◆ **MATERIAL TO PROCESS**
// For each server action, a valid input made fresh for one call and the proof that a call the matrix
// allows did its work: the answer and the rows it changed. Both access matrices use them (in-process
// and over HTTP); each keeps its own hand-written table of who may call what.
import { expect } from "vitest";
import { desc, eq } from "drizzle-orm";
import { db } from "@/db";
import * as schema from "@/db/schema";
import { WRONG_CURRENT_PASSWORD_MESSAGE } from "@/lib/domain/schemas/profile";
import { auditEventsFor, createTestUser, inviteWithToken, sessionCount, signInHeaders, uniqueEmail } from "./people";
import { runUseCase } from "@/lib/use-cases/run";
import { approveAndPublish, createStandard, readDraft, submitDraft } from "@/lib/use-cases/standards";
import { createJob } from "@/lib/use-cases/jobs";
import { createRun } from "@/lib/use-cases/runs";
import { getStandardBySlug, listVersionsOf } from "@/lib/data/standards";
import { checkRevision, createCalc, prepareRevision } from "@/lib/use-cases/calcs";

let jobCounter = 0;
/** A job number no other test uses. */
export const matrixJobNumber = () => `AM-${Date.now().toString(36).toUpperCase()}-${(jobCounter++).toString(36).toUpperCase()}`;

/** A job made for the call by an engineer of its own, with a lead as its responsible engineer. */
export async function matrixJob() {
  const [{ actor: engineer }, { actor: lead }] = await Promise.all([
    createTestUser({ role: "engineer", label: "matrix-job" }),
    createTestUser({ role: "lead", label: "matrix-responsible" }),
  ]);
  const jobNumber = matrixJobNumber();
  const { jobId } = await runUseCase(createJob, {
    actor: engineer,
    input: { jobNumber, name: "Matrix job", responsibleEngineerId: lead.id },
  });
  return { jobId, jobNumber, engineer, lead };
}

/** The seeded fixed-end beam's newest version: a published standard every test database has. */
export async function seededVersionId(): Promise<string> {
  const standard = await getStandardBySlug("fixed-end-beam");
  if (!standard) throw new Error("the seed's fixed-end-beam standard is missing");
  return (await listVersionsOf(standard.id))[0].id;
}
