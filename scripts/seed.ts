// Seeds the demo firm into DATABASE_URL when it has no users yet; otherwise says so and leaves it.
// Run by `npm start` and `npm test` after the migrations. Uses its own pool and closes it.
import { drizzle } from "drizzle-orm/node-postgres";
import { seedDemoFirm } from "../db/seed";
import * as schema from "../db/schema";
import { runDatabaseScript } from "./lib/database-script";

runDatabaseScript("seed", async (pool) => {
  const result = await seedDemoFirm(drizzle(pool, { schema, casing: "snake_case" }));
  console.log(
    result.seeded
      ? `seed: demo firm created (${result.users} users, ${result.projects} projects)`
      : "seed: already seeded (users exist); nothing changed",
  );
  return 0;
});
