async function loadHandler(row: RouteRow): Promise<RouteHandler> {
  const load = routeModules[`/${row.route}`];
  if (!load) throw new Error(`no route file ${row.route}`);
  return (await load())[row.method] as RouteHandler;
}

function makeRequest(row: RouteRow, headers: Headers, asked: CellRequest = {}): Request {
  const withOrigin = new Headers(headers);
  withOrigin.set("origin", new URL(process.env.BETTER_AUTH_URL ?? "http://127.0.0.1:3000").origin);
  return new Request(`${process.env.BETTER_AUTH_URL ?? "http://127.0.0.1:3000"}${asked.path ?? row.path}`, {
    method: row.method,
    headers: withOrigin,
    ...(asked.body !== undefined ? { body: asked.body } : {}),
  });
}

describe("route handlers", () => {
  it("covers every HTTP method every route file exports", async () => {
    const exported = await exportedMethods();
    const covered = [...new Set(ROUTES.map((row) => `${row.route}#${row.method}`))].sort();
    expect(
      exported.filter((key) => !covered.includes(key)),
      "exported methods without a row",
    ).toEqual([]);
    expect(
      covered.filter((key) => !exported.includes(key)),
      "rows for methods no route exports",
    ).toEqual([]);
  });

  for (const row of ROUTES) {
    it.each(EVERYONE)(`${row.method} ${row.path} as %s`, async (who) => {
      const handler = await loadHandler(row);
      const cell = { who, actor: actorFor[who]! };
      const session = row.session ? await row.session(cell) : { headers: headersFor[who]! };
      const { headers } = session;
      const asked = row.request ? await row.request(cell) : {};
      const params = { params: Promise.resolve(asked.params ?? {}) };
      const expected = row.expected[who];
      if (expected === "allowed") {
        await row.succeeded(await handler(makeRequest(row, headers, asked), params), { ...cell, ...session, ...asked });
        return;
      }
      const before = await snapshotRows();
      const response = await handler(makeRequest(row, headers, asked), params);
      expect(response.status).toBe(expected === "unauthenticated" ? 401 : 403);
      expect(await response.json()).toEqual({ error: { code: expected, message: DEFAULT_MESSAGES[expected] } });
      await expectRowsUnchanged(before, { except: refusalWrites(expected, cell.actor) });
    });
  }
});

◆ **ACTIVITY**
Word for word, restate all of the entries.

◆ **SOLUTION TO THIS TASK**
// For each server action, a valid input made fresh for one call and the proof that a call the matrix
// allows did its work: the answer and the rows it changed. Both access matrices use them (in-process
// and over HTTP); each keeps its own hand-written table of who may call what.
import { expect } from "vitest";
import { desc, eq } from "drizzle-orm";
import { db } from "@/db";
import * as schema from "@/db/schema";
import { WRONG_CURRENT_PASSWORD_MESSAGE } from "@/lib/domain/schemas/profile";
import { auditEventsFor, createTestUser, inviteWithToken, sessionCount, signInHeaders, uniqueEmail } from "./people";
import { runUseCase } from "@/lib/use-cases/run";
import { approveAndPublish, createStandard, readDraft, submitDraft } from "@/lib/use-cases/standards";
import { createJob } from "@/lib/use-cases/jobs";
import { createRun } from "@/lib/use-cases/runs";
import { getStandardBySlug, listVersionsOf } from "@/lib/data/standards";
import { checkRevision, createCalc, prepareRevision } from "@/lib/use-cases/calcs";

let jobCounter = 0;
/** A job number no other test uses. */
export const matrixJobNumber = () => `AM-${Date.now().toString(36).toUpperCase()}-${(jobCounter++).toString(36).toUpperCase()}`;

/** A job made for the call by an engineer of its own, with a lead as its responsible engineer. */
export async function matrixJob() {
  const [{ actor: engineer }, { actor: lead }] = await Promise.all([
    createTestUser({ role: "engineer", label: "matrix-job" }),
    createTestUser({ role: "lead", label: "matrix-responsible" }),
  ]);
  const jobNumber = matrixJobNumber();
  const { jobId } = await runUseCase(createJob, {
    actor: engineer,
    input: { jobNumber, name: "Matrix job", responsibleEngineerId: lead.id },
  });
  return { jobId, jobNumber, engineer, lead };
}

/** The seeded fixed-end beam's newest version: a published standard every test database has. */
export async function seededVersionId(): Promise<string> {
  const standard = await getStandardBySlug("fixed-end-beam");
  if (!standard) throw new Error("the seed's fixed-end-beam standard is missing");
  return (await listVersionsOf(standard.id))[0].id;
}
filename scripts/seed.ts
// Seeds the demo firm into DATABASE_URL when it has no users yet; otherwise says so and leaves it.
// Run by `npm start` and `npm test` after the migrations. Uses its own pool and closes it.
import { drizzle } from "drizzle-orm/node-postgres";
import { seedDemoFirm } from "../db/seed";
import * as schema from "../db/schema";
import { runDatabaseScript } from "./lib/database-script";

runDatabaseScript("seed", async (pool) => {
  const result = await seedDemoFirm(drizzle(pool, { schema, casing: "snake_case" }));
  console.log(
    result.seeded
      ? `seed: demo firm created (${result.users} users, ${result.projects} projects)`
      : "seed: already seeded (users exist); nothing changed",
  );
  return 0;
});
async function loadHandler(row: RouteRow): Promise<RouteHandler> {
  const load = routeModules[`/${row.route}`];
  if (!load) throw new Error(`no route file ${row.route}`);
  return (await load())[row.method] as RouteHandler;
}

function makeRequest(row: RouteRow, headers: Headers, asked: CellRequest = {}): Request {
  const withOrigin = new Headers(headers);
  withOrigin.set("origin", new URL(process.env.BETTER_AUTH_URL ?? "http://127.0.0.1:3000").origin);
  return new Request(`${process.env.BETTER_AUTH_URL ?? "http://127.0.0.1:3000"}${asked.path ?? row.path}`, {
    method: row.method,
    headers: withOrigin,
    ...(asked.body !== undefined ? { body: asked.body } : {}),
  });
}

describe("route handlers", () => {
  it("covers every HTTP method every route file exports", async () => {
    const exported = await exportedMethods();
    const covered = [...new Set(ROUTES.map((row) => `${row.route}#${row.method}`))].sort();
    expect(
      exported.filter((key) => !covered.includes(key)),
      "exported methods without a row",
    ).toEqual([]);
    expect(
      covered.filter((key) => !exported.includes(key)),
      "rows for methods no route exports",
    ).toEqual([]);
  });

  for (const row of ROUTES) {
    it.each(EVERYONE)(`${row.method} ${row.path} as %s`, async (who) => {
      const handler = await loadHandler(row);
      const cell = { who, actor: actorFor[who]! };
      const session = row.session ? await row.session(cell) : { headers: headersFor[who]! };
      const { headers } = session;
      const asked = row.request ? await row.request(cell) : {};
      const params = { params: Promise.resolve(asked.params ?? {}) };
      const expected = row.expected[who];
      if (expected === "allowed") {
        await row.succeeded(await handler(makeRequest(row, headers, asked), params), { ...cell, ...session, ...asked });
        return;
      }
      const before = await snapshotRows();
      const response = await handler(makeRequest(row, headers, asked), params);
      expect(response.status).toBe(expected === "unauthenticated" ? 401 : 403);
      expect(await response.json()).toEqual({ error: { code: expected, message: DEFAULT_MESSAGES[expected] } });
      await expectRowsUnchanged(before, { except: refusalWrites(expected, cell.actor) });
    });
  }
});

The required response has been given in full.